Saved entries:
● ● ●
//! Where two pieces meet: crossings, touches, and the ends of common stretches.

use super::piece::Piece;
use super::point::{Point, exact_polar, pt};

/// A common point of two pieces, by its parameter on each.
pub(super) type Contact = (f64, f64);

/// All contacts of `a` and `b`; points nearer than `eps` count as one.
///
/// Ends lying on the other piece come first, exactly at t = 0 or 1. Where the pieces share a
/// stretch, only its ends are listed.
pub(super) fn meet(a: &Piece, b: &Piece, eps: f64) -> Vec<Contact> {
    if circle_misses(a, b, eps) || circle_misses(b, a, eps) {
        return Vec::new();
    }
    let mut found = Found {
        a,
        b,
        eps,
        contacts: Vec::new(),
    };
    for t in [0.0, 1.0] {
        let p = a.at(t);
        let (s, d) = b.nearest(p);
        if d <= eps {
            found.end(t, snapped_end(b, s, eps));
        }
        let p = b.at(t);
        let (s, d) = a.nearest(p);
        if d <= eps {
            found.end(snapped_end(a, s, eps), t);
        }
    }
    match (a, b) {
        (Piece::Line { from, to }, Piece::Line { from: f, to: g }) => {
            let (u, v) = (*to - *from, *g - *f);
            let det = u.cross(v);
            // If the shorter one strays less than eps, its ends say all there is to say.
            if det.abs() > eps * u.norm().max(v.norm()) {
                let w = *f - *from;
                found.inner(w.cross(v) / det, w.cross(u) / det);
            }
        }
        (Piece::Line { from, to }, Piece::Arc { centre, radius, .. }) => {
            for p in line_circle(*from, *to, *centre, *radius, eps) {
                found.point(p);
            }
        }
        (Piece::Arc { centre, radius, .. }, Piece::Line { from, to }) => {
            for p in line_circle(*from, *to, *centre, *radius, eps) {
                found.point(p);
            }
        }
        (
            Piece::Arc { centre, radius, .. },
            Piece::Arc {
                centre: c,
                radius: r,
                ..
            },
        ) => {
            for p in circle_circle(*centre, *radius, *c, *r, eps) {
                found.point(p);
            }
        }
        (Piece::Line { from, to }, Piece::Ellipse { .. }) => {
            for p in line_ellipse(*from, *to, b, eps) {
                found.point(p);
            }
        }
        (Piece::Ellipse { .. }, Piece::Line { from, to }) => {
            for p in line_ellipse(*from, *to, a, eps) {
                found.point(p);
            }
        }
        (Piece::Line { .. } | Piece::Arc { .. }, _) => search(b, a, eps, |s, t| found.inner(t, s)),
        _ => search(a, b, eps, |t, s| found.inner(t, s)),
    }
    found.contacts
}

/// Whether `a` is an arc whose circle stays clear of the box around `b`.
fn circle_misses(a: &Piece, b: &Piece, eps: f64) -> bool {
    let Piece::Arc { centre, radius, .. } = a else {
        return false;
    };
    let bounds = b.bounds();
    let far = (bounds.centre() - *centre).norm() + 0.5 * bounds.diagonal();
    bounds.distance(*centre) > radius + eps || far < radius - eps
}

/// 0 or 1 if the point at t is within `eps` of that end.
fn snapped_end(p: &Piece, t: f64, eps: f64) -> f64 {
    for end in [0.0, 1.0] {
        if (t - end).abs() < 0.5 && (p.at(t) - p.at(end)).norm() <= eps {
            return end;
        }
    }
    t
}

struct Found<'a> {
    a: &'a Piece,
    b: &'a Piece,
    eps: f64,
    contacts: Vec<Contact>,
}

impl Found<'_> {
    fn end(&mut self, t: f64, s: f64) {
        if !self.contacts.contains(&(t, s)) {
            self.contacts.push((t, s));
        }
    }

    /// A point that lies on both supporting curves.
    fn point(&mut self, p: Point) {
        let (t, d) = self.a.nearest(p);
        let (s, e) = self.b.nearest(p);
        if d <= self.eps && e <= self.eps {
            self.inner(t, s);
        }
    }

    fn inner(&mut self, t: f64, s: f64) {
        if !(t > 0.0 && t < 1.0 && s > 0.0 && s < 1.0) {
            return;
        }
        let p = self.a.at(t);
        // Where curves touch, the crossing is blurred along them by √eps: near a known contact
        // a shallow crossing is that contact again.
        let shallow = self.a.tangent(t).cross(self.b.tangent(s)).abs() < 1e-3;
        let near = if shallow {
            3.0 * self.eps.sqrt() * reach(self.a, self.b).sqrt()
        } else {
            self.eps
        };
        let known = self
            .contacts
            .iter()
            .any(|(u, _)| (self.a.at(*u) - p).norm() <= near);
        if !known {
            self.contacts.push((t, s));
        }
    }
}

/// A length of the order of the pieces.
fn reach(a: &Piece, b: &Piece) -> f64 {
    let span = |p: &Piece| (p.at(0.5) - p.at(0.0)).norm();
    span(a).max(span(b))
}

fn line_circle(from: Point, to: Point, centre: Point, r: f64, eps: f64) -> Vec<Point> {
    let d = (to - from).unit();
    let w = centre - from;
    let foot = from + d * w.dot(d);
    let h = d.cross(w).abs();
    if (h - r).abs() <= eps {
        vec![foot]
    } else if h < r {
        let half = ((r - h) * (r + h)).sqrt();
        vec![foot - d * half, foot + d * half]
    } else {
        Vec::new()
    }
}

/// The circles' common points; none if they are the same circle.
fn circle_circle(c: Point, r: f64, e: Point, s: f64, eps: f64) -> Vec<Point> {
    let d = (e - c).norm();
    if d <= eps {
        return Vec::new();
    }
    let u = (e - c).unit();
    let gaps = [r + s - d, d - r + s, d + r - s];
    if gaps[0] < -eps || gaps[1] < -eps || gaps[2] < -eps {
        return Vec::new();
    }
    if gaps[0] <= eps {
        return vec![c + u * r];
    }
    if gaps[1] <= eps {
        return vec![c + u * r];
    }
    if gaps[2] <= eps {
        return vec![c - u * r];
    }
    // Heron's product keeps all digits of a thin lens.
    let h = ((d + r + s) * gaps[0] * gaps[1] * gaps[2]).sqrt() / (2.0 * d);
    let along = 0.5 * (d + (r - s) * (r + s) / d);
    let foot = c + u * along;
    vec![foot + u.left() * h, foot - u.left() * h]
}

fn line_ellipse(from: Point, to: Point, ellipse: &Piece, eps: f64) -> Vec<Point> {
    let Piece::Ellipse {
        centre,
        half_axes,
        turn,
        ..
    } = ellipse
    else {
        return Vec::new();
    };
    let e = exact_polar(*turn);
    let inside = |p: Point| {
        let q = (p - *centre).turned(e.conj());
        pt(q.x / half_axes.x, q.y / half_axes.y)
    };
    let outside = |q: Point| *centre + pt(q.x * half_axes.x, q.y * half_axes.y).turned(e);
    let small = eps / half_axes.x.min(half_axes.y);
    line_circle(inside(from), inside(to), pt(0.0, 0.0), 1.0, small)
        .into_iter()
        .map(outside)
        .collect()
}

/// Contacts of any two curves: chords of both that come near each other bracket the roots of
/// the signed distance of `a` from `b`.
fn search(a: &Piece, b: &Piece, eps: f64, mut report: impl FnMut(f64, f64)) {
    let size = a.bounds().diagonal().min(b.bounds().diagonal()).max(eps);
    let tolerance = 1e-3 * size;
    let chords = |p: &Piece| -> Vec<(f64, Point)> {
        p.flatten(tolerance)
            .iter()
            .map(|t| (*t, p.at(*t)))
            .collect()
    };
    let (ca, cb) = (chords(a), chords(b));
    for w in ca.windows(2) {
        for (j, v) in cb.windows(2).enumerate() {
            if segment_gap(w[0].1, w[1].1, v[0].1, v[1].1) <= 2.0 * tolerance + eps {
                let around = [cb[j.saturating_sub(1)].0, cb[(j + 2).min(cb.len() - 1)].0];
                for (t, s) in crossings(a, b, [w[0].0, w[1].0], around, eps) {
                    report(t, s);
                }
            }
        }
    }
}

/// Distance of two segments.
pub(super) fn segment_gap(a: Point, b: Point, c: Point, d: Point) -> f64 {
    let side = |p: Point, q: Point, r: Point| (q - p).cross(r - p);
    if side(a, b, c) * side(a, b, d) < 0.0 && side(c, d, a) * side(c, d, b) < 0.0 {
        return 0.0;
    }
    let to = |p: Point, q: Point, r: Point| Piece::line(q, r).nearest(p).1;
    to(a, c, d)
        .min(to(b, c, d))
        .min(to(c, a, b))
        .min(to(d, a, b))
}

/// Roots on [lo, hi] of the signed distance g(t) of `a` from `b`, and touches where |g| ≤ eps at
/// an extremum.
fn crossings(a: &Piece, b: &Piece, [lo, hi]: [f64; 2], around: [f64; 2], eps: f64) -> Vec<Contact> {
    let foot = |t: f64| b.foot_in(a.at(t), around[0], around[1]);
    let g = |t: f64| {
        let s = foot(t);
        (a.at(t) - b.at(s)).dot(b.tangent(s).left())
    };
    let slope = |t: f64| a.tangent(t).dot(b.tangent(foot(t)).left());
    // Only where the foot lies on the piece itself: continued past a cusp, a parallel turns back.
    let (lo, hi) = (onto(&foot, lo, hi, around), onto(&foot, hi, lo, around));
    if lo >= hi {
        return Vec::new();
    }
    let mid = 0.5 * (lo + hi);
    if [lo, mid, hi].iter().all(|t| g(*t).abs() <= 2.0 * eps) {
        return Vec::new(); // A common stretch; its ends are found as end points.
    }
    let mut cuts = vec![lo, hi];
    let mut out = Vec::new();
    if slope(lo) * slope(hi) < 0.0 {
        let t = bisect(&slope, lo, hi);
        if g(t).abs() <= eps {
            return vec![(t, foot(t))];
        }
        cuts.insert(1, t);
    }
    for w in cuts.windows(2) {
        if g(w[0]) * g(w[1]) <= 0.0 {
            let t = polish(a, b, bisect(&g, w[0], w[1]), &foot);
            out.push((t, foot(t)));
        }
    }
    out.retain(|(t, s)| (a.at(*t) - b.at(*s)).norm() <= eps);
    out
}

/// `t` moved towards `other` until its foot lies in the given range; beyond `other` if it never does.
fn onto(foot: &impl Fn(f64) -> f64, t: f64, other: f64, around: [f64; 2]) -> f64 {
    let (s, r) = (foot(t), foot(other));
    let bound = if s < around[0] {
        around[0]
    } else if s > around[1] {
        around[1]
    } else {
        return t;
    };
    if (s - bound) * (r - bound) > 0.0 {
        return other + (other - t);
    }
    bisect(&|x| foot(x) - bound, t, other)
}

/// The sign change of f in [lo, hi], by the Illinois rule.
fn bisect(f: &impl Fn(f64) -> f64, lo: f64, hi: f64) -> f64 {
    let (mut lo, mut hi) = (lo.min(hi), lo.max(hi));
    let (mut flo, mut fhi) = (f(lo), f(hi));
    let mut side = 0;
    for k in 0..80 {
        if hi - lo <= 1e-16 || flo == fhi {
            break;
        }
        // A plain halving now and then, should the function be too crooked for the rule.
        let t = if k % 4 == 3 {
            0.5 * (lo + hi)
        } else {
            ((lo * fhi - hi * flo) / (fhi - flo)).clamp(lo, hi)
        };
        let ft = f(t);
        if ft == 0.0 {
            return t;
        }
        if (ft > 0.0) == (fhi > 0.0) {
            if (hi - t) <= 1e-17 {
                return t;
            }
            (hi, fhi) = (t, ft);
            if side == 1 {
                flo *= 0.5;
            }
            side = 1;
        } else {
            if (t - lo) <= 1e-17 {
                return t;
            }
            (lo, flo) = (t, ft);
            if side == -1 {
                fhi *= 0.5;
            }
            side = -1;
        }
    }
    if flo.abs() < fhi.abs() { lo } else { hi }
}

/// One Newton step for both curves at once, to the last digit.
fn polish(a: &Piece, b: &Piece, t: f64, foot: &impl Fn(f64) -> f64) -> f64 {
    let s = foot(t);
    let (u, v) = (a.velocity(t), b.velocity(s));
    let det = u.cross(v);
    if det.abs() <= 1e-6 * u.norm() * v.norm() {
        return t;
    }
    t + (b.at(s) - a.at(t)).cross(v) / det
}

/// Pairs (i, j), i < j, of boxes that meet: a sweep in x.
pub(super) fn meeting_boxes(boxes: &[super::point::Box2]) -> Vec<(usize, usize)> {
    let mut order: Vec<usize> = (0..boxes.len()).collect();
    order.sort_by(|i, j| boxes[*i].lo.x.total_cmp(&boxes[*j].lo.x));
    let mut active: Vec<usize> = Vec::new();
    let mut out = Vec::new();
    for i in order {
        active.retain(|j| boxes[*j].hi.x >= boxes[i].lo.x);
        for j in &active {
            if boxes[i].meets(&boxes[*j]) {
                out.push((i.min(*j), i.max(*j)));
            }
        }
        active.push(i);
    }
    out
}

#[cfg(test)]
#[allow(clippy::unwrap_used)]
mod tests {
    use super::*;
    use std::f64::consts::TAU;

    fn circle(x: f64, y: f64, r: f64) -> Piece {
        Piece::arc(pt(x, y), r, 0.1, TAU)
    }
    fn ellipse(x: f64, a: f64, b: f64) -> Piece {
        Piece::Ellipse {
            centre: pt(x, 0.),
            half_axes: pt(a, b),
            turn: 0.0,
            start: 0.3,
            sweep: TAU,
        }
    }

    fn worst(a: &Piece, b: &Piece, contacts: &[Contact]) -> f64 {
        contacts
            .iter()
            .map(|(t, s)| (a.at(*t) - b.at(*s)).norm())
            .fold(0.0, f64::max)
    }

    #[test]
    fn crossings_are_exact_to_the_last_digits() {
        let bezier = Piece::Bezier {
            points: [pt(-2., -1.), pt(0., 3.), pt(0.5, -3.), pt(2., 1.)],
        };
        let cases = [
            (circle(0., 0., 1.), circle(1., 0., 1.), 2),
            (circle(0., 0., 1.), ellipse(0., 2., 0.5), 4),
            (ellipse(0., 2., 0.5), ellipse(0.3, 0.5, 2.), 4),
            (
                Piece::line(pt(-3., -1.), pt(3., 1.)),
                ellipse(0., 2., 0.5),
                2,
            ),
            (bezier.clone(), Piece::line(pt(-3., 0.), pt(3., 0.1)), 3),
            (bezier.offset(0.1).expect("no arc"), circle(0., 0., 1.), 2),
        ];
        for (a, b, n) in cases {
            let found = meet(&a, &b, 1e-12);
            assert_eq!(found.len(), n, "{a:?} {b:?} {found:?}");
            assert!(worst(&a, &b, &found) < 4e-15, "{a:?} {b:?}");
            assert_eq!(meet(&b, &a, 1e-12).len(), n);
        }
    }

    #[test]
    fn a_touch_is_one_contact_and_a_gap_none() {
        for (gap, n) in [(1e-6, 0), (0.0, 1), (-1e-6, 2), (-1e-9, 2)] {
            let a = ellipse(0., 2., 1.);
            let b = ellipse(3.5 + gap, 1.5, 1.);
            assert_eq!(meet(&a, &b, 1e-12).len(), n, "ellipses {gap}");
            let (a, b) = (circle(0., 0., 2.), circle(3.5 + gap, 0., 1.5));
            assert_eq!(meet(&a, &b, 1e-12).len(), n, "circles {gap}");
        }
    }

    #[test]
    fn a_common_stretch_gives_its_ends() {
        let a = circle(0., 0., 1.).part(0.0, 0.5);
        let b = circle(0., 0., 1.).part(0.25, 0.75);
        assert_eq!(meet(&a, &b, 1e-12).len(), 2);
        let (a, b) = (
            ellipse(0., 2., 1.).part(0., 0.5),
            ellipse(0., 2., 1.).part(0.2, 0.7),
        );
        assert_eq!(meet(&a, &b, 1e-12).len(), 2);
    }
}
● ● ●
| Your assignment |
In the records above, find the line containing "pub(super) type Contact = (f64, f64);" and restate word for word every line from the first through that one.

| Output |
//! Where two pieces meet: crossings, touches, and the ends of common stretches.

use super::piece::Piece;
use super::point::{Point, exact_polar, pt};

/// A common point of two pieces, by its parameter on each.
pub(super) type Contact = (f64, f64);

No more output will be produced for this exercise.